### Exercise
Restate verbatim the span of lines below between the line with "filename models/gallery/sample_flip_flop.v" and the line with "from collections import Counter, deque", including those two lines, and only that span.

### Material for this exercise
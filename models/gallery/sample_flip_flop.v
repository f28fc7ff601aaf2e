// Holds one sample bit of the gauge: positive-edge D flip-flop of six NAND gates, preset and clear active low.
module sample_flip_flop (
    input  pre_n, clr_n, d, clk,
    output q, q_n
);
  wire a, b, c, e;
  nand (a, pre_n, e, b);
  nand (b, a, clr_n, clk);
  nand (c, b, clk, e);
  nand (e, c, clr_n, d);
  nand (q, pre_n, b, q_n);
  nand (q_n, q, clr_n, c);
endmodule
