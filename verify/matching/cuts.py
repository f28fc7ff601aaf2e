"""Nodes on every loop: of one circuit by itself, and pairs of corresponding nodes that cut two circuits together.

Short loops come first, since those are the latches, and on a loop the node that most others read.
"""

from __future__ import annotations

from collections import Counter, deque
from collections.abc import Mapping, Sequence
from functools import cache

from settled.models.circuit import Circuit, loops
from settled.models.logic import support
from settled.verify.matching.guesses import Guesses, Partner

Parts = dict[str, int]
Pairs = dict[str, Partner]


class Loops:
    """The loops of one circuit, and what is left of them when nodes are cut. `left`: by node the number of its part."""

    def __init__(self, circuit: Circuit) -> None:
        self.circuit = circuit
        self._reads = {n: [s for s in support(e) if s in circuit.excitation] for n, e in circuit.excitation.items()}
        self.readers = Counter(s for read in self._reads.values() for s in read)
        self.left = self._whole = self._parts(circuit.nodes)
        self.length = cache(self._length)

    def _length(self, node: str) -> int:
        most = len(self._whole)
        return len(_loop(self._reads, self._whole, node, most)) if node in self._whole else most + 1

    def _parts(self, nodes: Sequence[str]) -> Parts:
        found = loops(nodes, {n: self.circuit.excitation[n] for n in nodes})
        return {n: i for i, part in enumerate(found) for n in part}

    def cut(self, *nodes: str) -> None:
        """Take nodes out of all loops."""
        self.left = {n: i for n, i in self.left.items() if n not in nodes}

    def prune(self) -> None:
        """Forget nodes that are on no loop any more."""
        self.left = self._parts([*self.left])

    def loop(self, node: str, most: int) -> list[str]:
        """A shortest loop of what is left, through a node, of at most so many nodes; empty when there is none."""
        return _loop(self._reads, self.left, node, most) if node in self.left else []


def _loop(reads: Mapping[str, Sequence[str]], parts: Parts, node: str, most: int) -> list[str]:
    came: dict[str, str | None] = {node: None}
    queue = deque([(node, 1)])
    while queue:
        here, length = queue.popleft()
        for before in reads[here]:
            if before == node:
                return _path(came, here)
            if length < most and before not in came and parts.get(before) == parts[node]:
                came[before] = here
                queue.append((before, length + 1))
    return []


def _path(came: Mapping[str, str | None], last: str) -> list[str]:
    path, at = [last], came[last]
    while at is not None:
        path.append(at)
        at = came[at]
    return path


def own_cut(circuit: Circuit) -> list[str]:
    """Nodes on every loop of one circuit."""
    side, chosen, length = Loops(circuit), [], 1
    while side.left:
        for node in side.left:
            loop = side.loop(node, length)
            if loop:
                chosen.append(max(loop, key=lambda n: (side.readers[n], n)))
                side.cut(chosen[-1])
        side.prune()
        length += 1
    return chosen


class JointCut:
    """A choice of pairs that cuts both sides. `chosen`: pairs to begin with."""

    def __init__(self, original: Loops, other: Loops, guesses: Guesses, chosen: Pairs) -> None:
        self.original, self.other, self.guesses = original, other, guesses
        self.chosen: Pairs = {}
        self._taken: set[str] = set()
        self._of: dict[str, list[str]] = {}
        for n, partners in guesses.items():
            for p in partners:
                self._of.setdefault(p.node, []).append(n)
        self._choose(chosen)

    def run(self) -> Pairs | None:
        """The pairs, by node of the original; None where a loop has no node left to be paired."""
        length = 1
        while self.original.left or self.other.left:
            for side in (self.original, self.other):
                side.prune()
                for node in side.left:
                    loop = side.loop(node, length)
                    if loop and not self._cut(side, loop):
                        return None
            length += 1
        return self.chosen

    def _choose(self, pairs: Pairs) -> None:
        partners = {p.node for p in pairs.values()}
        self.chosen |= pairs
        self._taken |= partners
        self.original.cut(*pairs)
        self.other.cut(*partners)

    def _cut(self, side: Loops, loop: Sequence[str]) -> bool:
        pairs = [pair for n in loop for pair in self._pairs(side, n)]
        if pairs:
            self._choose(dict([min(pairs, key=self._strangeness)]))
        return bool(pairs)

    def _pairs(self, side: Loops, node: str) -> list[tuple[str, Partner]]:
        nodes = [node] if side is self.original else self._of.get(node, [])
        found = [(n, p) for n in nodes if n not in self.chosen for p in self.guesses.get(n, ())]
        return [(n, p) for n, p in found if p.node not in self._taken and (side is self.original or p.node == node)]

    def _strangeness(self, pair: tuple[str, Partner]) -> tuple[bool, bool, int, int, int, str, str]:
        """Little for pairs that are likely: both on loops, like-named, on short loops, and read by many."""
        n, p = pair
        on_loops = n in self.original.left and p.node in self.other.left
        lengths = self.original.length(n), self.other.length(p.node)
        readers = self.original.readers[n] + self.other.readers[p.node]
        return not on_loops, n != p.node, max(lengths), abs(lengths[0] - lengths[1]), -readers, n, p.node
* * *
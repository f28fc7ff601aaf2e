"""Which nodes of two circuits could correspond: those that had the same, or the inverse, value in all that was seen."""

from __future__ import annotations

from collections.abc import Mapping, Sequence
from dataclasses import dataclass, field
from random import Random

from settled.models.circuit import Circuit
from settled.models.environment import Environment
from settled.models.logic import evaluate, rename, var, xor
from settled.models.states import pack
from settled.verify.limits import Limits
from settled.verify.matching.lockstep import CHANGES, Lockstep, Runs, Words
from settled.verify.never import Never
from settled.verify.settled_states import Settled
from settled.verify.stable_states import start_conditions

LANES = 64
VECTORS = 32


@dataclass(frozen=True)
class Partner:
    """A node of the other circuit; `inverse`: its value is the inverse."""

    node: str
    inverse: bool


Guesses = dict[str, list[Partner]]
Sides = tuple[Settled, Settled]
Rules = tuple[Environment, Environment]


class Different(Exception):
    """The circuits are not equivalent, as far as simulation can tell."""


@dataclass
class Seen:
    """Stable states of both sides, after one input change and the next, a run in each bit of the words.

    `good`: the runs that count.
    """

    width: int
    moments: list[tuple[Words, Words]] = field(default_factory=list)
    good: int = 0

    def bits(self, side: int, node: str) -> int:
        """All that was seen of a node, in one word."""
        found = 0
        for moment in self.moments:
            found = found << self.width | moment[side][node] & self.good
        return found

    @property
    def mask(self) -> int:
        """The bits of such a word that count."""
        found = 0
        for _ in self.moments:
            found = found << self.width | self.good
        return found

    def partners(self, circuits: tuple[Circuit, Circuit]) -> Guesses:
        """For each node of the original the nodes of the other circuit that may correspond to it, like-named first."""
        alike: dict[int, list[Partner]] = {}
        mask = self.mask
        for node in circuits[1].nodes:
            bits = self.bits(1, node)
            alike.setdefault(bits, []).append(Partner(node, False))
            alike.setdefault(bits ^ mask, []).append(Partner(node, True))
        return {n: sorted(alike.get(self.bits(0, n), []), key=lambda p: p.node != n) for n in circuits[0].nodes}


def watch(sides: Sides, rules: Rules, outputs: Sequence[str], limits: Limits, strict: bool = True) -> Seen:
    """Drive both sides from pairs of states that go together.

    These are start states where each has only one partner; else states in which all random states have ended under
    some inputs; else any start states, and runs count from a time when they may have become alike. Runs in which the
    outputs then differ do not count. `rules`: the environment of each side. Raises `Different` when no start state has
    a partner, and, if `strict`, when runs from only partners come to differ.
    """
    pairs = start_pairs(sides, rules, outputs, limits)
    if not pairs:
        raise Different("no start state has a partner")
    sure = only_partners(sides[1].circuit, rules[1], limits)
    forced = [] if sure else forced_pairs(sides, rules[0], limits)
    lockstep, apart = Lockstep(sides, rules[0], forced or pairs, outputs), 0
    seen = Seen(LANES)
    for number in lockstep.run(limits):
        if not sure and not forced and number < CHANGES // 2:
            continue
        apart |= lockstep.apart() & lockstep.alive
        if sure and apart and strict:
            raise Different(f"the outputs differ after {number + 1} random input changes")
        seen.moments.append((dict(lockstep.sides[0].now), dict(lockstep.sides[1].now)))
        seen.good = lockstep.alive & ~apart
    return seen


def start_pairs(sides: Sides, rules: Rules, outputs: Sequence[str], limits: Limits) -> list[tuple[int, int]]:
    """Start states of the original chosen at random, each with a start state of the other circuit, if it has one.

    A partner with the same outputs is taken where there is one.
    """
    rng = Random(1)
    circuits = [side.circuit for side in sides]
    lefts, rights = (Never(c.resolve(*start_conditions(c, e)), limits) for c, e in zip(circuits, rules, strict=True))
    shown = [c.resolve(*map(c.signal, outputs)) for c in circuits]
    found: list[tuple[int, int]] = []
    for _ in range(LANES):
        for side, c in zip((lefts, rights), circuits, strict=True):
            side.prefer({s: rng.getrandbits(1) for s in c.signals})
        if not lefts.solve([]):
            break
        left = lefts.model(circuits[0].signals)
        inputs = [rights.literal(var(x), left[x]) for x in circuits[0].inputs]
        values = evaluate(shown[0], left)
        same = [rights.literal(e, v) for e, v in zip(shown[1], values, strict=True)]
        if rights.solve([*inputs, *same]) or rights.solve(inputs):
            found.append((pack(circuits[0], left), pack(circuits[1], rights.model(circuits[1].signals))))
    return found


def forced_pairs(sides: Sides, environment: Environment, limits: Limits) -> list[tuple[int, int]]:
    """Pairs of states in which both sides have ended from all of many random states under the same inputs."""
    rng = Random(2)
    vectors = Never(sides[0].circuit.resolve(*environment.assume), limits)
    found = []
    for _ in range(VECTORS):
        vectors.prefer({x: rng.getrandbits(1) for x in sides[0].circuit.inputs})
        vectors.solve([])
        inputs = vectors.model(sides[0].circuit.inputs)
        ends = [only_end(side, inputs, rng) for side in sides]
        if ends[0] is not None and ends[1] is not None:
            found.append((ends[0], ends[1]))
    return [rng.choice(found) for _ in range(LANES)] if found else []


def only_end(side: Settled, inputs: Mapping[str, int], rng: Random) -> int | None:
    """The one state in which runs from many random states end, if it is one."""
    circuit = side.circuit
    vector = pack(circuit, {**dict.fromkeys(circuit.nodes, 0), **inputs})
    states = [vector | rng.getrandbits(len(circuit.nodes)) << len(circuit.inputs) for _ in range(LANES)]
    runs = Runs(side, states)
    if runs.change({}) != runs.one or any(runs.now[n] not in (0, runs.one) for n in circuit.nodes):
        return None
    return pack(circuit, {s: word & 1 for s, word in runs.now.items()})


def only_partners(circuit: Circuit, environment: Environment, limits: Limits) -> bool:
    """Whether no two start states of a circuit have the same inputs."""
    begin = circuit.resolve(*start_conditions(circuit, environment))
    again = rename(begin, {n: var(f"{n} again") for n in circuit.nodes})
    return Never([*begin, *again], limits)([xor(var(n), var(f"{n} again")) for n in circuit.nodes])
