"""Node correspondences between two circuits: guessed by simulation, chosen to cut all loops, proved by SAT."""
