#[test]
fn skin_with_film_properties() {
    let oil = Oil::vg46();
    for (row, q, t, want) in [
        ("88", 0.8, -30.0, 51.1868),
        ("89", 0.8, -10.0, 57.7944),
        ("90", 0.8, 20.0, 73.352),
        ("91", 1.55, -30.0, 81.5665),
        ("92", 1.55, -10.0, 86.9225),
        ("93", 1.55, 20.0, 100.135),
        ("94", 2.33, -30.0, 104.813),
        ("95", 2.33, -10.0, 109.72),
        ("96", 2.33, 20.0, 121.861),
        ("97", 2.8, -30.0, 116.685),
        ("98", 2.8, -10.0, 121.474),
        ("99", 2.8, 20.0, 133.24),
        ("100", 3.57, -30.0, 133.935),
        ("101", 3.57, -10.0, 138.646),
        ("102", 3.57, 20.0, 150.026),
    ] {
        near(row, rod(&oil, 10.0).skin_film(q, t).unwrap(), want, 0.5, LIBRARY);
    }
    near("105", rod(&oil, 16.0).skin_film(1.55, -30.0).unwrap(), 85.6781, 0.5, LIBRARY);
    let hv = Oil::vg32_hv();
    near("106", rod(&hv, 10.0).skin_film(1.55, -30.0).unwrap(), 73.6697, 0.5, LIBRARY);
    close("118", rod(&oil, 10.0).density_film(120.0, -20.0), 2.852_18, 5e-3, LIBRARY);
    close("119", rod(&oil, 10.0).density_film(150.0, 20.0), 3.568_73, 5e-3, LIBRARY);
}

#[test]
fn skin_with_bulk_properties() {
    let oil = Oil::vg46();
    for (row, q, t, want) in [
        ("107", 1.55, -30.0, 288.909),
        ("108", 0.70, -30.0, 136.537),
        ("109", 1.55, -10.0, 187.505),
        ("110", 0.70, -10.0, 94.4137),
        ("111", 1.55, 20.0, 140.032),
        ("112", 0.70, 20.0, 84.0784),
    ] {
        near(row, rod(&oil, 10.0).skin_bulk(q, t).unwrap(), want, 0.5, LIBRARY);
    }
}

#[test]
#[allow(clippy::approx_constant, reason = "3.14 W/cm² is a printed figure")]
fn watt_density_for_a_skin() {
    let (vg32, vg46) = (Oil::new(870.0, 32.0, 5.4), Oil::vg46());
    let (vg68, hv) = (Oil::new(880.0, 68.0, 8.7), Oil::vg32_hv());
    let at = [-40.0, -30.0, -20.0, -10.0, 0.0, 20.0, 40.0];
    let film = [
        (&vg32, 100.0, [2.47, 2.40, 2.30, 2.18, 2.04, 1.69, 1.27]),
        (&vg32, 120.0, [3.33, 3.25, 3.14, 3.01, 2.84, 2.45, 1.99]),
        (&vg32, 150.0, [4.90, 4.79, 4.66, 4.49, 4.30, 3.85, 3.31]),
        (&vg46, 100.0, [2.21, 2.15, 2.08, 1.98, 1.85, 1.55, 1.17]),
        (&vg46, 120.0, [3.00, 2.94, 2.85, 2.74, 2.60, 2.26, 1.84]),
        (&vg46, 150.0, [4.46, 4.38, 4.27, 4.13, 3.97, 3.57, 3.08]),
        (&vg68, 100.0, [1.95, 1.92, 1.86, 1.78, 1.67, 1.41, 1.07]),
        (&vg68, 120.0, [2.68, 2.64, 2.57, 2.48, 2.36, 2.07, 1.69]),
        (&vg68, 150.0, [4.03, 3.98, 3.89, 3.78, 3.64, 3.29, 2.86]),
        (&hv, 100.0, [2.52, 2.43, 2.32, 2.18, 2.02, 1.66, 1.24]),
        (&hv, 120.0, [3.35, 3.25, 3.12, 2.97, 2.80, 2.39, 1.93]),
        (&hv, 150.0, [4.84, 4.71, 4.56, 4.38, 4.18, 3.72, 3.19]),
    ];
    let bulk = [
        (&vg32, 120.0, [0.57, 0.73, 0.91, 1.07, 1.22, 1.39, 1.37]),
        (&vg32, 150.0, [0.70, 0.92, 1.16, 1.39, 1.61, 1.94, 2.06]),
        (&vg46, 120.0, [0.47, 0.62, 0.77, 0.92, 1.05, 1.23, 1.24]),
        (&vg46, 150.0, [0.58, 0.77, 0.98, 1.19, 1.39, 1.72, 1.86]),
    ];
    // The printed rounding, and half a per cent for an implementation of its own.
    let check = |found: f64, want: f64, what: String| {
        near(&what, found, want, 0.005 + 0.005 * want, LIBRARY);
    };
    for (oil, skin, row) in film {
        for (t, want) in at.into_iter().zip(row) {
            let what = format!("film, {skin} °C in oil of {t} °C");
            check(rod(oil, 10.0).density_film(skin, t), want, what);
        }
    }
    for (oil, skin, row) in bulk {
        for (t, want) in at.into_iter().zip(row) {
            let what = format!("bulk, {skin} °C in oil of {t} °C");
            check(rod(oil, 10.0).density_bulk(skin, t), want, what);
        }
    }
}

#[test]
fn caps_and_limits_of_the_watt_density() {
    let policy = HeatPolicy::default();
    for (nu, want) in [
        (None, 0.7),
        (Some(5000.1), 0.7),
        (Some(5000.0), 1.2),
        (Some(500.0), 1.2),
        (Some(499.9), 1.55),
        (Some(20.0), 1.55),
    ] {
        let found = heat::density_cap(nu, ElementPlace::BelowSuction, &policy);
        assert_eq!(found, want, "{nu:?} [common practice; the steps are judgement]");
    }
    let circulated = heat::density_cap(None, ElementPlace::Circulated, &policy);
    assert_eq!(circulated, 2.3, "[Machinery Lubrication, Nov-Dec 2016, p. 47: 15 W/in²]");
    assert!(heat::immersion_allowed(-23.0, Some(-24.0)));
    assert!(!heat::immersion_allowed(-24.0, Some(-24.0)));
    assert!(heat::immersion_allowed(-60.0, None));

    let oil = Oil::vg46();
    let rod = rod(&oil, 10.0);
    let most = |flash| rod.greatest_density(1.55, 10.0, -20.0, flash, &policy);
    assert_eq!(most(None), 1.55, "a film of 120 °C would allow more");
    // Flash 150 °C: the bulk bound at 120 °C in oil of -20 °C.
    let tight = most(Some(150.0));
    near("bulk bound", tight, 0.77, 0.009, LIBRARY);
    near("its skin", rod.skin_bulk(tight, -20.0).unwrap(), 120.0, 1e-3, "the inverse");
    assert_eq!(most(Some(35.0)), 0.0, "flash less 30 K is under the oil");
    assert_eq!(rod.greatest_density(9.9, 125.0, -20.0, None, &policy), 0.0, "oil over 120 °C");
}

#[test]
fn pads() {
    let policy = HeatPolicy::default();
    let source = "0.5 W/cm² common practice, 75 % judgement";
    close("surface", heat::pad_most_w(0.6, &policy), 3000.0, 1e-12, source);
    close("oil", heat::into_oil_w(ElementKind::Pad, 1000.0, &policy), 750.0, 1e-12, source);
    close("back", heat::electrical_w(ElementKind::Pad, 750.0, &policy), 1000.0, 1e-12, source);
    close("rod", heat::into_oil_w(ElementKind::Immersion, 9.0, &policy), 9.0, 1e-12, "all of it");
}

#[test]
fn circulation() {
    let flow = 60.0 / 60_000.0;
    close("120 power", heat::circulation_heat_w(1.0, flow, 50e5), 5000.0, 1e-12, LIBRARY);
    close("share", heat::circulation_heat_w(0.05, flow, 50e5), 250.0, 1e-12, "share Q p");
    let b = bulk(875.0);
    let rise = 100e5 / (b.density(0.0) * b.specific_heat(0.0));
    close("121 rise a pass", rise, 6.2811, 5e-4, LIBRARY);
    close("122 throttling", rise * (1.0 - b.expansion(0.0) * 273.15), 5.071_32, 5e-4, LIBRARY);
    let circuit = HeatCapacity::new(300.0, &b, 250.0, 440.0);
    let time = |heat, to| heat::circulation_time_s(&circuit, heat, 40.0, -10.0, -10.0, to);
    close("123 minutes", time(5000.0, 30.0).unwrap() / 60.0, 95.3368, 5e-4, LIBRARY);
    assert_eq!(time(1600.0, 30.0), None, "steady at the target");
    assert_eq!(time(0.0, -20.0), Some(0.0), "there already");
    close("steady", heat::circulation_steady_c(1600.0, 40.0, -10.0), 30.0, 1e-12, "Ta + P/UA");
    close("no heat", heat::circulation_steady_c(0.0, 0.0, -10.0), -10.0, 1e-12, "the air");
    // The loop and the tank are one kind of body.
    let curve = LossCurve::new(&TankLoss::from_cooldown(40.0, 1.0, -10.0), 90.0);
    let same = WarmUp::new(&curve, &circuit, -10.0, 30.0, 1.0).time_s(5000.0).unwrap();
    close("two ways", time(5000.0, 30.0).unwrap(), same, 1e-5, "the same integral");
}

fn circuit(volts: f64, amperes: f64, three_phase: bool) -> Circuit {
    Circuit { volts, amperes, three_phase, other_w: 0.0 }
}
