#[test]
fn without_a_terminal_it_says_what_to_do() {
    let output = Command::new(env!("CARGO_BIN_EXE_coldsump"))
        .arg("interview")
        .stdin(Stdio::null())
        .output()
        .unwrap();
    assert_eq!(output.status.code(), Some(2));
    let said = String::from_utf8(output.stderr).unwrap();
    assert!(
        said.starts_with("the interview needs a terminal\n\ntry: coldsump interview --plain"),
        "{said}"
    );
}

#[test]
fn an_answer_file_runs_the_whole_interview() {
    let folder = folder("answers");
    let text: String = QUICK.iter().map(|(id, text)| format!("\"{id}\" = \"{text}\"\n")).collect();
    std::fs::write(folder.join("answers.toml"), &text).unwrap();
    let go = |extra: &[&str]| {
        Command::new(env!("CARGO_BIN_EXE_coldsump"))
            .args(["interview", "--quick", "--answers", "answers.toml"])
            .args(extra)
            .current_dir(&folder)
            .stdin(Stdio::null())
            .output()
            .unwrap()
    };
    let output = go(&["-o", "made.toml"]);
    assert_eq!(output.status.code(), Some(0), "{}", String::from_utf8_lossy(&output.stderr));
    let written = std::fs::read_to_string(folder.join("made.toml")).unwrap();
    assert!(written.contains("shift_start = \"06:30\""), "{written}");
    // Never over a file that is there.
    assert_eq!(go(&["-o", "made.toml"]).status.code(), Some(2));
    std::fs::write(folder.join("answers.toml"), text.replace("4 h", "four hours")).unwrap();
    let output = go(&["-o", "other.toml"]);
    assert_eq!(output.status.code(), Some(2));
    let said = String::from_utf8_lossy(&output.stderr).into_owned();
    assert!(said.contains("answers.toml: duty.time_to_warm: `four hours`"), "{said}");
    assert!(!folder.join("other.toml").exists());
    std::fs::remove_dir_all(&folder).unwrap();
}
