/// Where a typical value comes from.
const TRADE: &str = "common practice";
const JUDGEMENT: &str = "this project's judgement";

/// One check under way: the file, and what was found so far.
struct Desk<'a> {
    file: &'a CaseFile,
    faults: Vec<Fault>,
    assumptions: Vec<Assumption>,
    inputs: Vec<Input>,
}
==
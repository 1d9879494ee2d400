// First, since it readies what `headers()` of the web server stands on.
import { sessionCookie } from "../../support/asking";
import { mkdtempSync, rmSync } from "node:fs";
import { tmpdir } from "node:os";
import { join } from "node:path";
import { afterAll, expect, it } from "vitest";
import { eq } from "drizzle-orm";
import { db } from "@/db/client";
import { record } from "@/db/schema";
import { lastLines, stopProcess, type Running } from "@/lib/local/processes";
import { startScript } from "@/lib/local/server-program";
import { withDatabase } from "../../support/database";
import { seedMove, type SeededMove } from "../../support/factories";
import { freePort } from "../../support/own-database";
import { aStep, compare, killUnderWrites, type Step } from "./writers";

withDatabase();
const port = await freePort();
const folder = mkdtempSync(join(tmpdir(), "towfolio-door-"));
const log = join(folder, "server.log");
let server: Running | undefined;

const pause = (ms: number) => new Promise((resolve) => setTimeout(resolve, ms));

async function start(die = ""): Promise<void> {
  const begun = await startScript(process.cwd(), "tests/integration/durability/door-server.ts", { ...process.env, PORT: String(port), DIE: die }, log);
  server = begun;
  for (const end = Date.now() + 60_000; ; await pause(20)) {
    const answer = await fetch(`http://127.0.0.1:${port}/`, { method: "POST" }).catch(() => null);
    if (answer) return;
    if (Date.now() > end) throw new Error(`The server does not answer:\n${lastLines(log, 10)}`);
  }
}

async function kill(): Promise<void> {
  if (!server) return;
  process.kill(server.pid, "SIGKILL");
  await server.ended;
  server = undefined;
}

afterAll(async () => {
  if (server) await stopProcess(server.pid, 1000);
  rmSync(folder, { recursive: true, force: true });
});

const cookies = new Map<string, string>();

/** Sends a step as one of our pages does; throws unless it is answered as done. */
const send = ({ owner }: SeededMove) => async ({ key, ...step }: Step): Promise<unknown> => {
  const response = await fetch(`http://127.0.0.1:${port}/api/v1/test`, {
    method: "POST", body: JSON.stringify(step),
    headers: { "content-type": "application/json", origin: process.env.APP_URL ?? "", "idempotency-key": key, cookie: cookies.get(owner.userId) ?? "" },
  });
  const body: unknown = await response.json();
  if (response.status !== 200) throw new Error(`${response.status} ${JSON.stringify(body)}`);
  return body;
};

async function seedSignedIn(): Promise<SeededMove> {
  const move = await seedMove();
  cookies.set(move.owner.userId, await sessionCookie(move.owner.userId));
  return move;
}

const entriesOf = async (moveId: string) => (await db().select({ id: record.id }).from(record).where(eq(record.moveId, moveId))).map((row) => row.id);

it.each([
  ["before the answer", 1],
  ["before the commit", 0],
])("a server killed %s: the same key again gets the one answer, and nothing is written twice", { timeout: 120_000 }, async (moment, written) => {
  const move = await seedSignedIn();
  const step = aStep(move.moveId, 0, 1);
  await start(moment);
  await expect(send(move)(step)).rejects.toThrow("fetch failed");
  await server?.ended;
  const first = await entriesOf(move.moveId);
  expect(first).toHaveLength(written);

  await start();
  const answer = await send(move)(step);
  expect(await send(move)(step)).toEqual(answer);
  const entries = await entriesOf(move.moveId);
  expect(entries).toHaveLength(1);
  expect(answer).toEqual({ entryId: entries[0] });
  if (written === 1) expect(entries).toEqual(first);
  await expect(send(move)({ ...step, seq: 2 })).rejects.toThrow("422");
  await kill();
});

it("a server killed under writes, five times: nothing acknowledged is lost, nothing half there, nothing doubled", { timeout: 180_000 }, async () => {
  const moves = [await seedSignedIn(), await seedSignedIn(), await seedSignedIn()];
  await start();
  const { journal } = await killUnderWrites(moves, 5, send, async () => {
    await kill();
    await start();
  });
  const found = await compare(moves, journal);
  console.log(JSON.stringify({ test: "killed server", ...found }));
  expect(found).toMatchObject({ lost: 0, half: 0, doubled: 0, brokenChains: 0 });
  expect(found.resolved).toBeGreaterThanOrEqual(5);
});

### Answer for this exercise
filename models/gallery/sample_flip_flop.v
repository f28fc7ff601aaf2e
// Holds one sample bit of the gauge: positive-edge D flip-flop of six NAND gates, preset and clear active low.
module sample_flip_flop (
    input  pre_n, clr_n, d, clk,
    output q, q_n
);
  wire a, b, c, e;
  nand (a, pre_n, e, b);
  nand (b, a, clr_n, clk);
  nand (c, b, clk, e);
  nand (e, c, clr_n, d);
  nand (q, pre_n, b, q_n);
  nand (q_n, q, clr_n, c);
endmodule
filename verify/matching/cuts.py
repository f28fc7ff601aaf2e
"""Nodes on every loop: of one circuit by itself, and pairs of corresponding nodes that cut two circuits together.

Short loops come first, since those are the latches, and on a loop the node that most others read.
"""

from __future__ import annotations

from collections import Counter, deque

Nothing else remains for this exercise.